Exercise
For the listing beneath, state how many lines contain the string "cannot". Give the number by itself.

Excerpted data
RANGE_BAD_INPUTS: tuple[RangeBadInput, ...] = (
    R(
        "CW_CAPACITY",
        (_with(huge(1000, 1000), 500, 500, "x"), 160),
        (500, 500),
        "#VALUE!",
        "mass_g must be a number (got text 'x')",
        "huge range with one text cell",
        shown="(<1000x1000 range, [500][500] = 'x'>, 160)",
    ),
    R(
        "CW_NERNST",
        (0.34, 2, [[0.1], [0.0], [0.01]], 1),
        (1, 0),
        "#NUM!",
        "ox_activity must be > 0 (got 0)",
        "column with an activity of zero",
    ),
    R(
        "CW_LCE",
        ([[1.0, True, 3.0]],),
        (0, 1),
        "#VALUE!",
        "lithium_mass must be a number, not TRUE",
        "row with a boolean",
    ),
    R(
        "CW_CHARGE_TO_MASS",
        ([[1.0, None, 2.0]], "Cu", 2),
        (0, 1),
        "#VALUE!",
        "charge is empty; a number is required",
        "row with an empty cell",
    ),
    R(
        "CW_E0",
        ([["Cu2+/Cu"], ["Cu9+/Cu"], ["Zn2+/Zn"]],),
        (1, 0),
        "#N/A",
        "couple: unknown couple 'Cu9+/Cu'",
        "column of couples with an unknown one",
    ),
    R(
        "CW_MOLAR_MASS",
        ([["LiFePO4", "#N/A", "H2O"]],),
        (0, 1),
        "#N/A",
        "#N/A",
        "error value inside a range",
    ),
    R(
        "CW_E0",
        ("Zn2+/Zn", [[25.0, -300.0, 80.0]]),
        (0, 1),
        "#NUM!",
        "temp_C must be > -273.15 (degC) (got -300)",
        "temperature row below absolute zero",
    ),
    R(
        "CW_SERIES_PARALLEL",
        (48, 5000, 3.65, [[50.0], [float("nan")]]),
        (1, 0),
        "#NUM!",
        "cell_Ah must be > 0 (got nan)",
        "column with NaN",
    ),
    R(
        "CW_NERNST",
        (0.34, 2, [[0.1], [COM_ERROR_BASE + 2045], [1.0]], 1),
        (1, 0),
        "#N/A",
        "#SPILL!",
        "column with an error value as the add-in passes it",
        shown="(0.34, 2, [[0.1], [-2146826243 = CVErr 2045 (#SPILL!)], [1]], 1)",
    ),
    R(
        "CW_NERNST",
        (0.34, 2, [[0.1, np.datetime64("2024-01-02"), 1.0]], 1),
        (0, 1),
        "#VALUE!",
        "ox_activity must be a number, not a date or time (got numpy.datetime64)",
        "row with a numpy datetime64",
    ),
    R(
        "CW_CAPACITY",
        (np.array([[100.0], [np.timedelta64(2, "s")], [50.0]], dtype=object), 160),
        (1, 0),
        "#VALUE!",
        "mass_g must be a number, not a date or time (got numpy.timedelta64)",
        "numpy object column with a timedelta64",
        shown="(numpy object array [[100], [np.timedelta64(2,'s')], [50]], 160)",
    ),
    R(
        "CW_ENERGY",
        ([[50.0, 50.0 + 2j, 20.0]], 3.2),
        (0, 1),
        "#VALUE!",
        "capacity_Ah must be a real number (got complex",
        "row with a complex number",
    ),
)


class CliBadInput(NamedTuple):
    """A ``cellwright`` command line that must fail with ``exit_code`` and a
    one-line reason containing ``fragment``.

    Placeholders in ``argv``: ``{book}`` a small valid workbook, ``{out}`` a
    fresh output path stem (add the suffix), ``{tmp}`` the scratch directory.
    ``prepare`` names a set-up step of tests/bad_input_catalogue.py.
    """

    command: str
    argv: tuple[str, ...]
    exit_code: int
    fragment: str
    why: str
    prepare: str = ""


C = CliBadInput

CLI_BAD_INPUTS: tuple[CliBadInput, ...] = (
    C("calc", ("calc", "{tmp}/gone.xlsx", "-o", "{out}.xlsx"), 1, "no such file", "input vanished"),
    C(
        "calc",
        ("calc", "{tmp}/dir.xlsx", "-o", "{out}.xlsx"),
        1,
        "is a directory",
        "input is dir",
        "dir",
    ),
    C(
        "calc",
        ("calc", "{tmp}/text.xlsx", "-o", "{out}.xlsx"),
        1,
        "not an .xlsx workbook",
        "text file",
        "text",
    ),
    C(
        "calc",
        ("calc", "{tmp}/empty.xlsx", "-o", "{out}.xlsx"),
        1,
        "not a zip archive",
        "empty file",
        "empty",
    ),
    C(
        "calc",
        ("calc", "{book}", "-o", "{out}.xlsx"),
        1,
        "already exists; add --force",
        "output exists",
        "exists",
    ),
    C(
        "calc",
        ("calc", "{book}", "-o", "{tmp}/nodir/o.xlsx"),
        1,
        "does not exist",
        "output directory missing",
    ),
    C(
        "calc",
        ("calc", "{book}", "-o", "{book}", "--force"),
        1,
        "is the input file",
        "output is the input",
    ),
    C("calc", ("calc", "{book}", "-o", "{out}.csv"), 1, "must end in .xlsx", "wrong output suffix"),
    C("calc", ("calc", "{book}"), 2, "-o/--output", "no output"),
    C(
        "calc",
        ("calc", "{book}", "-o", "{out}.xlsx", "--keep-formulas"),
        2,
        "unrecognized arguments: --keep-formulas",
        "a removed option (outputs keep every formula now)",
    ),
    C(
        "calc",
        ("calc", "{book}", "-o", "{out}.xlsx", "--set", "Inputs!B4"),
        1,
        "write CELL=VALUE",
        "--set without '='",
    ),
    C(
        "calc",
        ("calc", "{book}", "-o", "{out}.xlsx", "--set", "Inputs!B4="),
        1,
        "empty value",
        "--set empty value",
    ),
    C(
        "calc",
        ("calc", "{book}", "-o", "{out}.xlsx", "--set", "Inputs!B4=nan"),
        1,
        "cannot hold NaN",
        "--set NaN",
    ),
    C(
        "calc",
        ("calc", "{book}", "-o", "{out}.xlsx", "--set", "Inputs!B4=-inf"),
        1,
        "cannot hold NaN or infinity",
        "--set infinity",
    ),
    C(
        "calc",
        ("calc", "{book}", "-o", "{out}.xlsx", "--set", "Nope!B4=1"),
        1,
        "unknown sheet 'Nope'",
        "--set unknown sheet",
    ),
    C(
        "calc",
        ("calc", "{book}", "-o", "{out}.xlsx", "--set", "Calc!A1=1"),
        1,
        "holds a formula",
        "--set a formula cell",
    ),
    C(
        "calc",
        ("calc", "{book}", "-o", "{out}.xlsx", "--set", "nosuchname=1"),
        1,
        "neither a cell",
        "--set unknown name",
    ),
    C(
        "calc",
        ("calc", "{book}", "-o", "{out}.xlsx", "--set", "B4=1"),
        1,
        "say which sheet",
        "--set without sheet",
    ),
    C(
        "calc",
        ("calc", "{book}", "-o", "{out}.xlsx", "--set", "Inputs!A9999999=1"),
        1,
        "neither a cell",
        "--set outside the sheet",
    ),
    C(
        "calc",
        ("calc", "{book}", "-o", "{out}.xlsx", "--set", "load=1", "--set", "LOAD=2"),
        1,
        "given twice",
        "--set the same cell twice",
    ),
    C(
        "template",
        ("template", "no-such-template", "-o", "{out}.xlsx"),
        1,
        "no-such-template",
        "unknown template",
    ),
    C("template", ("template", "cell_sizing"), 2, "-o PATH is required", "no output"),
    C(
        "template",
        ("template", "cell_sizing", "-o", "{out}.txt"),
        1,
        "written as .xlsx",
        "wrong suffix",
    ),
    C(
        "template",
        ("template", "cell_sizing", "-o", "{out}.xlsx"),
        1,
        "already exists; add --force",
        "output exists",
        "exists",
    ),
    C(
        "template",
        ("template", "cell_sizing", "-o", "{tmp}/nodir/t.xlsx"),
        1,
        "does not exist",
        "output directory missing",
    ),
    C(
        "demo",
        ("demo", "-o", "{out}.xlsx"),
        1,
        "already exists; add --force",
        "output exists",
        "exists",
    ),
    C(
        "demo",
        ("demo", "-o", "{tmp}/nodir/d.xlsx"),
        1,
        "does not exist",
        "output directory missing",
    ),
    C(
        "sweep",
        ("sweep", "{book}", "--vary", "load=1:2", "--out", "{out}.csv"),
        1,
        "start:stop:step",
        "range without step",
    ),
    C(
        "sweep",
        ("sweep", "{book}", "--vary", "load=1:5:0", "--out", "{out}.csv"),
        1,
        "must not be 0",
        "zero step",
    ),
    C(
        "sweep",
        ("sweep", "{book}", "--vary", "load=10:1:1", "--out", "{out}.csv"),
        1,
        "never goes from 10 to 1",
        "step away from stop",
    ),
    C(
        "sweep",
        ("sweep", "{book}", "--vary", "load=a:b:c", "--out", "{out}.csv"),
        1,
        "'a' is not a number",
        "text range",
    ),
    C(
        "sweep",
        ("sweep", "{book}", "--vary", "load=nan", "--out", "{out}.csv"),
        1,
        "is not a finite number",
        "NaN value",
    ),
    C(
        "sweep",
        ("sweep", "{book}", "--vary", "=1", "--out", "{out}.csv"),
        1,
        "write TARGET=start:stop:step",
        "no target",
    ),
    C(
        "sweep",
        ("sweep", "{book}", "--vary", "load=1:1e9:1", "--out", "{out}.csv"),
        1,
        "values on one axis (limit 100,000)",
        "huge axis",
    ),
    C(
        "sweep",
        (
            "sweep",
            "{book}",
            "--vary",
            "load=1:100:1",
            "--vary",
            "Inputs!B5=1:200:1",
            "--out",
            "{out}.csv",
        ),
        1,
        "20,000 scenarios (limit 10,000)",
        "too many scenarios",
    ),
    C(
        "sweep",
        ("sweep", "{book}", "--vary", "load=1,2", "--vary", "LOAD=3", "--out", "{out}.csv"),
        1,
        "given twice",
        "same target twice",
    ),
    C(
        "sweep",
        ("sweep", "{book}", "--out", "{out}.csv"),
        1,
        "at least one --vary",
        "nothing varied",
    ),
    C(
        "sweep",
        ("sweep", "{book}", "--vary", "product=1,2", "--out", "{out}.csv"),
        1,
        "holds a formula",
        "varies a formula cell",
    ),
    C(
        "sweep",
        ("sweep", "{book}", "--vary", "nosuch=1,2", "--out", "{out}.csv"),
        1,
        "neither a cell",
        "unknown target",
    ),
    C(
        "sweep",
        ("sweep", "{book}", "--vary", "load=1,2", "--output", "Nope!A1", "--out", "{out}.csv"),
        1,
        "unknown sheet 'Nope'",
        "unknown output sheet",
    ),
    C(
        "sweep",
        ("sweep", "{book}", "--vary", "load=1,2", "--out", "{out}.txt"),
        1,
        ".csv or .xlsx",
        "wrong suffix",
    ),
    C(
        "sweep",
        ("sweep", "{book}", "--vary", "load=1,2", "--out", "{book}", "--force"),
        1,
        "is the input file",
        "output is the input",
    ),
    C(
        "sweep",
        ("sweep", "{tmp}/gone.xlsx", "--vary", "load=1,2", "--out", "{out}.csv"),
        1,
        "no such file",
        "input vanished",
    ),
    C(
        "sweep",
        ("sweep", "--vary", "load=1,2", "--out", "{out}.csv"),
        1,
        "give the workbook",
        "no workbook",
    ),
    C(
        "sweep",
        ("sweep", "--model", "core", "--vary", "bogus=1,2", "--out", "{out}.csv"),
        1,
        "CellSpec field",
        "unknown core field",
    ),
    C(
        "sweep",
        ("sweep", "--model", "core", "--vary", "cathode_loading_mg_cm2=0", "--out", "{out}.csv"),
        1,
        "cathode_loading_mg_cm2 must be > 0 (got 0)",
        "zero loading",
    ),
    C(
        "sweep",
        ("sweep", "--model", "core", "--vary", "cathode_porosity=1", "--out", "{out}.csv"),
        1,
        "cathode_porosity must be >= 0 and < 1 (got 1)",
        "porosity of 1",
    ),
    C(
        "sweep",
        ("sweep", "{book}", "--model", "core", "--vary", "np_ratio=1,2", "--out", "{out}.csv"),
        1,
        "no workbook",
        "workbook with --model core",
    ),
    C("functions", ("functions", "extra"), 2, "unrecognized arguments: extra", "stray argument"),
    C("(none)", ("frobnicate",), 2, "invalid choice", "unknown command"),
)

Result for this exercise
2